[whatwg] href attribute

Alexey Feldgendler alexey at feldgendler.ru
Sun Mar 4 14:40:43 PST 2007


On Fri, 02 Mar 2007 18:25:45 +0100, Colin Lieberman <colin at fontshop.com>  
wrote:

> Alexey, I see your point regarding buttons, but there are many other  
> cases where an a element seems unnecessary and redundant (as others have  
> pointed out):
>
> Navigation:
> <ul id="main_nav">
> <li href="/">Home</li>
> <li href="/about/">About</li>
> </ul>

How is this better than <li><a></a></li>, not taking the amount of typing  
into account?

> clickable images (like a thumbnails gallery)

This is not really different from "clickable text".

Clickability is a presentational/behavioral property specific to  
interactive visual media with a pointing device, but the semantics of  
clickable-something is usually "hyperlink" (though sometimes e.g.  
"button"). To express hyperlink semantics, we have <a>.

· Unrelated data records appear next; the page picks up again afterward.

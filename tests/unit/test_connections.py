"""Connections: hand cases, names, memory of blocks, algebraic loops, and what is refused."""

from __future__ import annotations

import copy
import io
import math
import pickle
import subprocess
import sys
import warnings
from collections.abc import Callable
from fractions import Fraction
from typing import Any

import numpy as np
import pytest
import sympy

import realize
from realize import (
    AlgebraicLoopError,
    AlgebraicLoopWarning,
    EntryError,
    LimitError,
    Realization,
    RealizeError,
    SamplingPeriodError,
    ShapeError,
    TransferMatrix,
    UnknownWordError,
    UnsupportedEntryError,
    assemble,
    block_diagonal,
    cascade,
    examine,
    load,
    loop,
    save,
    stability,
    sum_of,
)
from realize.entries import EXACT_READINGS
from realize.tolerance import LOOP_MARGIN

F = Fraction


def gain(*rows: Any, **options: Any) -> Realization:
    """A model with no states; a number is a row of one."""
    return Realization(
        [], [], [], [row if isinstance(row, list) else [row] for row in rows], **options
    )


def lag(pole: Any, size: Any = 1, **options: Any) -> Realization:
    """size / (s - pole)."""
    return Realization([[pole]], [1], [size], **options)


def flat(model: Realization) -> Realization:
    """The same entries without any memory of blocks."""
    return Realization(
        *model.matrices(),
        sampling_period=model.sampling_period,
        state_names=model.state_names,
        input_names=model.input_names,
        output_names=model.output_names,
    )
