_NOTHING = Fraction(0)
# FLINT returns about twice the bits asked for, and a double holds 53: one pass is nearly always
# enough.
_FIRST_BITS = 64
# An enclosure this tight that still does not round to one double most likely holds a tie, the
# exact middle of two doubles. Only then is the test for a tie worth its cost.
_TIE_BITS = 256

_SMALLEST = math.ulp(0.0)

# FLINT's working precision is one number for the whole process, so only one thread may change it.
_PRECISION_LOCK = threading.RLock()


@dataclass(frozen=True, slots=True, kw_only=True)
class Root:
    """One root of an exact polynomial.

    Attributes
    ----------
    value : complex
        The root, each part correctly rounded to a double.
    radius : float
        The exact root lies within this distance of `value`. Rounded up; 0.0 when `value` is exact.
    multiplicity : int
        How often the root occurs.
    factor : int
        Index, in the answer of `factor`, of the irreducible factor that has this root.
    """

    value: complex
    radius: float
    multiplicity: int
    factor: int


class Box(NamedTuple):
    """A rectangle of the complex plane with rational sides that encloses one root.

    A part known exactly has equal ends. A real root has the imaginary part 0 exactly, and a root
    whose real part is rational has it exactly.
    """

    real_low: Fraction
    real_high: Fraction
    imag_low: Fraction
    imag_high: Fraction


def strip(p: Polynomial) -> Polynomial:
    """Return the polynomial without leading zeros.

    Parameters
    ----------
    p : tuple of Fraction
        Coefficients, descending powers; may begin with zeros or be empty.

    Returns
    -------
    tuple of Fraction
        The same polynomial; `ZERO` when every coefficient is zero.
    """
    for index, coefficient in enumerate(p):
        if coefficient:
            return p[index:] if index else p
    return ZERO


def degree(p: Polynomial) -> int:
    """Return the degree; -1 for the zero polynomial.

    Parameters
    ----------
    p : tuple of Fraction
        Coefficients, descending powers, without leading zeros.

    Returns
    -------
    int
        The degree.
    """
    return len(p) - 1 if p[0] else -1


def to_flint(p: Polynomial) -> fmpq_poly:
    """Return the polynomial as a FLINT polynomial over the rationals.

    Parameters
    ----------
    p : tuple of Fraction
        Coefficients, descending powers; leading zeros are allowed.

    Returns
    -------
    flint.fmpq_poly
        The same polynomial, for use inside the library only.
    """
    from flint import fmpq_poly

    denominator = math.lcm(*[c.denominator for c in p])
    if denominator == 1:
        return fmpq_poly([c.numerator for c in reversed(p)])
    return fmpq_poly(
        [c.numerator * (denominator // c.denominator) for c in reversed(p)], denominator
    )


def from_flint(p: fmpq_poly | fmpz_poly) -> Polynomial:
    """Return a FLINT polynomial over the rationals or the integers as a tuple of Fraction.

    Parameters
    ----------
    p : flint.fmpq_poly or flint.fmpz_poly
        A polynomial.

    Returns
    -------
    tuple of Fraction
        Coefficients, descending powers, without leading zeros.
    """
    from flint import fmpq_poly

    if isinstance(p, fmpq_poly):
        denominator = int(p.denom())
        coefficients = p.numer().coeffs()
    else:
        denominator = 1
        coefficients = p.coeffs()
    if not coefficients:
        return ZERO
    coefficients.reverse()
    if denominator == 1:
        return tuple([Fraction(int(c)) for c in coefficients])
    return tuple([Fraction(int(c), denominator) for c in coefficients])


def multiply(p: Polynomial, q: Polynomial) -> Polynomial:
    """Return the product of two polynomials.

    Parameters
    ----------
    p, q : tuple of Fraction
        Coefficients, descending powers.

    Returns
    -------
    tuple of Fraction
        p q.
    """
    if p == ONE:
        return q
    if q == ONE:
        return p
    return from_flint(to_flint(p) * to_flint(q))


def add(p: Polynomial, q: Polynomial) -> Polynomial:
    """Return the sum of two polynomials.

    Parameters
    ----------
    p, q : tuple of Fraction
        Coefficients, descending powers.

    Returns
    -------
    tuple of Fraction
        p + q.
    """
    if len(p) < len(q):
        p, q = q, p
    lead = len(p) - len(q)
    return strip(p[:lead] + tuple([a + b for a, b in zip(p[lead:], q, strict=True)]))


def power(p: Polynomial, exponent: int) -> Polynomial:
    """Return a polynomial raised to a power.

    Parameters
    ----------
    p : tuple of Fraction
        Coefficients, descending powers.
    exponent : int
        Not negative.

    Returns
    -------
    tuple of Fraction
        p to the power `exponent`; `ONE` for exponent 0.
    """
    return from_flint(to_flint(p) ** exponent)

> glossary links: <abbr title="hypertext markup language"  
> href="/glossary.php#html">html</abbr>

For <abbr>, it's probably worth adding the href attribute if the use case  
is frequent. The rationale would be that the semantic unit delimited by  
<abbr> can be said to have such property as the reference URL to look up  
the definition.

> There are, I think, numerous cases like these we encounter every day  
> where an a is slipped inside another element because that's the only way  
> to make the link, and the anchor itself serves no other purpose.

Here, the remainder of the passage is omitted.